For environment-dependent tests, use `Command::new()` with `.env()` to set variables in a subprocess, or use the test isolation helpers (`repo.wt_command()`, `wt_command()`).

## Test Style

### Snapshot env drift is cosmetic

`insta_cmd` snapshots record the test's environment variables in an `env:` block.
When test infrastructure changes add or reorder env vars (e.g., `NO_COLOR: ""`
appearing in a snapshot that didn't have it before), the snapshot diff includes
those lines even though the test output is unchanged. This is cosmetic drift —
accept it without comment during review.

### Inline snapshots over multi-assert

When a test checks formatted output, use `insta::assert_snapshot!` with an
inline snapshot instead of multiple `assert!(x.contains(...))` calls. Snapshots
capture the complete output, so a single snapshot replaces many contains checks
and catches regressions that spot-checks miss.

```rust
use insta::assert_snapshot;

// ✅ GOOD: One snapshot captures all formatting
assert_snapshot!(format_message("hello"), @"  │ hello");

// ❌ BAD: Spot-checks that miss structural regressions
assert!(result.contains("│"));
assert!(result.contains("hello"));
assert!(!result.contains("error"));
```

Import `assert_snapshot` directly (`use insta::assert_snapshot;`) rather than
using the qualified `insta::assert_snapshot!` form.

For first-time snapshot creation, leave the inline value empty (`@""`), then
run `cargo insta test --accept` to fill it.

To update existing file-based snapshots (e.g., after editing CLI help text),
use `cargo insta test --accept`:

```bash
cargo insta test --accept -- --test integration "test_help"
```

Do not manually edit `.snap` files — they contain ANSI escape sequences that
are difficult to reproduce by hand.

### One test per belief

Group related inputs into a single test when they verify the same belief about
the code. A test named `test_wrap_text_at_width` that exercises short text, long
text, single words, and edge cases is better than five separate test functions
testing each input individually.

```rust
// ✅ GOOD: One test for the belief "wrapping respects word boundaries"
#[test]
fn test_wrap_text_at_width() {
    assert_eq!(wrap_text_at_width("short text", 20), vec!["short text"]);
    assert_eq!(wrap_text_at_width("hello world foo bar", 10), vec!["hello", "world foo", "bar"]);
    assert_eq!(wrap_text_at_width("superlongword", 5), vec!["superlongword"]);
    assert_eq!(wrap_text_at_width("", 20), vec![""]);
}
```

Table-driven tests work well for functions that map inputs to expected outputs:

```rust
#[test]
fn test_bash_token_styles() {
    let cases = [
        ("function", AnsiColor::Blue),
        ("keyword", AnsiColor::Magenta),
        ("string", AnsiColor::Green),
    ];
    for (name, expected) in cases {
        let style = bash_token_style(name).expect(name);
        assert_eq!(style.get_fg_color(), Some(Color::Ansi(expected)), "{name}");
    }
}
```

### Don't test constructors or dependencies

Tests that verify `Style::new().bold()` produces a bold style, or that
`StyledString::raw("x")` stores `"x"`, are testing the dependency — not our
code. Delete these. Test the behavior that uses these types instead.

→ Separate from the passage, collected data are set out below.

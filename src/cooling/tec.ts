import type { Warning } from '../errors';
import { thermoelectric } from '../materials';
import { type Cooler, type CoolerState, completeState, flow, type Flow, type Surroundings } from './cooler';
import {
  type Balance,
  coldestBase,
  floatAt,
  greatestPumping,
  hold,
  type Stack,
  warmestBase,
} from './tec-balance';
import { bestPerformance, dataSheetOf, moduleOfDataSheet, moduleVoltage } from './thermoelectric';
import { type DataSheetSpec, type LegSpec, makeThermopile } from './thermopile';

/** Thermoelectric modules that hold the mount base at a temperature. */
export interface TecSpec {
  module: LegSpec | DataSheetSpec;
  /** Of the mount base, K. */
  setTemperature: number;
  /** What the driver can give, A. */
  highestCurrent: number;
  /** Largest allowed share of Imax; 0.7 when left out (common practice, no source). */
  currentShare?: number;
  /** Ceramic of one face of one module, K/W; 0 when left out. */
  ceramicResistance?: number;
  /** Grease between base and modules, and between modules and hot side, all modules together, K/W. */
  coldInterfaceResistance?: number;
  hotInterfaceResistance?: number;
  /** Room air to everything at base temperature, W/K; 0 when left out. */
  leakConductance?: number;
  /** Current source, output over wall plug; 0.9 when left out (common practice, no source). */
  driverEfficiency?: number;
}

const USUAL_CURRENT_SHARE = 0.7;
const USUAL_DRIVER_EFFICIENCY = 0.9;
/** Ordinary modules are soldered for hot junctions up to here, K (common practice, no source). */
const HIGHEST_JUNCTION = 373;

/** A TEC in given surroundings. */
interface Prepared {
  stack: Stack;
  /** Greatest heat at the set temperature, and its current. */
  capacity: { heat: number; current: number };
}

/**
 * Thermoelectric modules on another cooler. Within its capacity the base sits at the set temperature, by
 * cooling or heating; beyond it the base floats as cold as currents up to the highest can make it. Junctions,
 * properties at their mean temperature and the hot side are solved together.
 *
 * @source README of this room
 */
export function tecCooler(spec: TecSpec, hotSide: Cooler): Cooler {
  const pile = makeThermopile(spec.module);
  const ceramic = (spec.ceramicResistance ?? 0) / spec.module.count;
  let key: Surroundings | undefined;
  let known: Prepared | undefined;
  // The capacity is a pure function of the surroundings: remembering the last one changes no answer.
  const prepare = (surroundings: Surroundings): Prepared => {
    if (known && key?.ambient === surroundings.ambient && key.airPressure === surroundings.airPressure) {
      return known;
    }
    const kept = { ...surroundings };
    const stack: Stack = {
      pile,
      coldResistance: ceramic + (spec.coldInterfaceResistance ?? 0),
      hotResistance: ceramic + (spec.hotInterfaceResistance ?? 0),
      leakConductance: spec.leakConductance ?? 0,
      ambient: surroundings.ambient,
      hotSide: (heat) => hotSide.baseTemperature(heat, kept),
    };
    key = kept;
    known = { stack, capacity: greatestPumping(stack, spec.setTemperature, spec.highestCurrent) };
    return known;
  };
  return {
    kind: 'tec',
    settle: (heat, surroundings) => describe(spec, hotSide, prepare(surroundings), heat, surroundings),
    baseTemperature: (heat, surroundings) => balanceOf(spec, prepare(surroundings), heat).base,
  };
}

function balanceOf(spec: TecSpec, { stack, capacity }: Prepared, heat: number): Balance {
  const { setTemperature, highestCurrent } = spec;
  if (heat > capacity.heat) return coldestBase(stack, heat, highestCurrent);
  return (
    hold(stack, heat, setTemperature, capacity.current, highestCurrent) ??
    warmestBase(stack, heat, setTemperature, highestCurrent)
  );
}

function describe(
  spec: TecSpec,
  hotSide: Cooler,
  prepared: Prepared,
  heat: number,
  surroundings: Surroundings,
): CoolerState {
  const balance = balanceOf(spec, prepared, heat);
  const { current, base, cold, hot, module, power, pumped } = balance;
  const below = hotSide.settle(pumped + power, surroundings);
  const greatestCurrent = prepared.stack.pile.greatestCurrent(hot);
  const driven = Math.max(power, 0) / (spec.driverEfficiency ?? USUAL_DRIVER_EFFICIENCY);
  const leak = pumped - heat;
  const details: Record<string, number> = {
    current,
    voltage: moduleVoltage(module, current, cold, hot),
    tecPower: power,
    heatPumped: pumped,
    leak,
    coldJunctionTemperature: cold,
    hotJunctionTemperature: hot,
    hotSideTemperature: below.baseTemperature,
    hotSideHeat: pumped + power,
    bestCurrent: bestPerformance(module, cold, hot).current,
    strongestCurrent: prepared.capacity.current,
    imax: greatestCurrent,
    capacity: prepared.capacity.heat,
  };
  if (power > 0) details.cop = pumped / power;
  for (const name in below.details) details[`hotSide.${name}`] = below.details[name]!;
  const bound = Math.min((spec.currentShare ?? USUAL_CURRENT_SHARE) * greatestCurrent, spec.highestCurrent);
  return completeState({
    heat,
    reason: below.state === 'none' ? `thermal runaway, no steady hot side: ${below.reason}` : undefined,
    baseTemperature: base,
    electricalPower: driven + below.electricalPower,
    coldestTemperature: Math.min(cold, base, below.coldestTemperature),
    limits: [
      { limit: 'cooler capacity', value: heat, bound: prepared.capacity.heat, unit: 'W' },
      { limit: 'TEC current', value: Math.abs(current), bound, unit: 'A' },
      ...below.limits,
    ],
    details,
    flows: tecFlows(heat, leak, power, driven, below.flows, hotSide.kind === 'tec'),
    warnings: [...tecWarnings(spec, prepared, balance, heat), ...below.warnings],
  });
}

/** The TEC's own flows, then the hot side's with its 'base' named 'TEC'. */
function tecFlows(
  heat: number,
  leak: number,
  power: number,
  driven: number,
  below: Flow[],
  cascade: boolean,
): Flow[] {
  const flows = [flow('base', 'TEC', heat), flow('TEC driver', 'TEC', power)];
  if (leak !== 0) flows.push(flow('surroundings', 'TEC', leak));
  if (driven > 0) flows.push(flow('wall plug', 'TEC driver', driven));
  // What a generating module gives is burnt in the driver, like the driver's own loss.
  flows.push(flow('TEC driver', 'surroundings', driven - power));
  const rename = (node: string) => {
    if (node === 'base') return 'TEC';
    return cascade && node.startsWith('TEC') ? `second ${node}` : node;
  };
  for (const { from, to, power: passed } of below) {
    flows.push({ from: rename(from), to: rename(to), power: passed });
  }
  return flows;
}

function tecWarnings(spec: TecSpec, prepared: Prepared, balance: Balance, heat: number): Warning[] {
  const warnings: Warning[] = [];
  const warn = (text: string) => warnings.push({ where: 'cooling.tec', text });
  const { stack, capacity } = prepared;
  if (heat > capacity.heat) {
    warn(
      `The TEC cannot hold ${spec.setTemperature.toFixed(1)} K under ${heat.toPrecision(3)} W: the base floats at ${balance.base.toFixed(1)} K, the coldest that ${balance.current.toFixed(2)} A gives.`,
    );
    if (balance.current < spec.highestCurrent && !floatAt(stack, spec.highestCurrent, heat)) {
      warn(`A controller that drives ${spec.highestCurrent} A after the set temperature would run away.`);
    }
  } else if (balance.base < spec.setTemperature) {
    warn(
      `The TEC cannot heat the base to ${spec.setTemperature.toFixed(1)} K with ${spec.highestCurrent} A.`,
    );
  }
  const { lowestTemperature, highestTemperature } = thermoelectric;
  const mean = 0.5 * (balance.cold + balance.hot);
  if (mean < lowestTemperature || mean > highestTemperature) {
    warn(`Thermoelectric properties are known from ${lowestTemperature} to ${highestTemperature} K.`);
  }
  if (balance.hot > HIGHEST_JUNCTION) {
    warn(
      `Hot junctions at ${balance.hot.toFixed(0)} K: solder of ordinary modules is rated to ${HIGHEST_JUNCTION} K.`,
    );
  }
  const sheet = spec.module;
  if (sheet.kind === 'data sheet' && sheet.greatestHeat !== undefined) {
    const own = dataSheetOf(moduleOfDataSheet(sheet), sheet.hotSideTemperature).greatestHeat;
    if (Math.abs(own / sheet.greatestHeat - 1) > 0.15) {
      warn(
        `The data sheet's greatest heat, ${sheet.greatestHeat} W, does not follow from its other numbers (${own.toPrecision(3)} W).`,
      );
    }
  }
  return warnings;
}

## Deterministic Time in Tests

Tests use `TEST_EPOCH` (2025-01-01) for reproducible timestamps. The constant is defined in `tests/common/mod.rs` and automatically set as `WORKTRUNK_TEST_EPOCH` in the test environment.

**For test data with timestamps** (cache entries, etc.), use the constant:

```rust
use crate::common::TEST_EPOCH;

repo.run_git(&[
    "config", "worktrunk.state.feature.ci-status",
    &format!(r#"{{"checked_at":{TEST_EPOCH},"head":"abc123"}}"#),
]);
```

**For production code** that needs timestamps, use `worktrunk::utils::epoch_now()` which respects `WORKTRUNK_TEST_EPOCH`. Using `SystemTime::now()` directly causes flaky tests.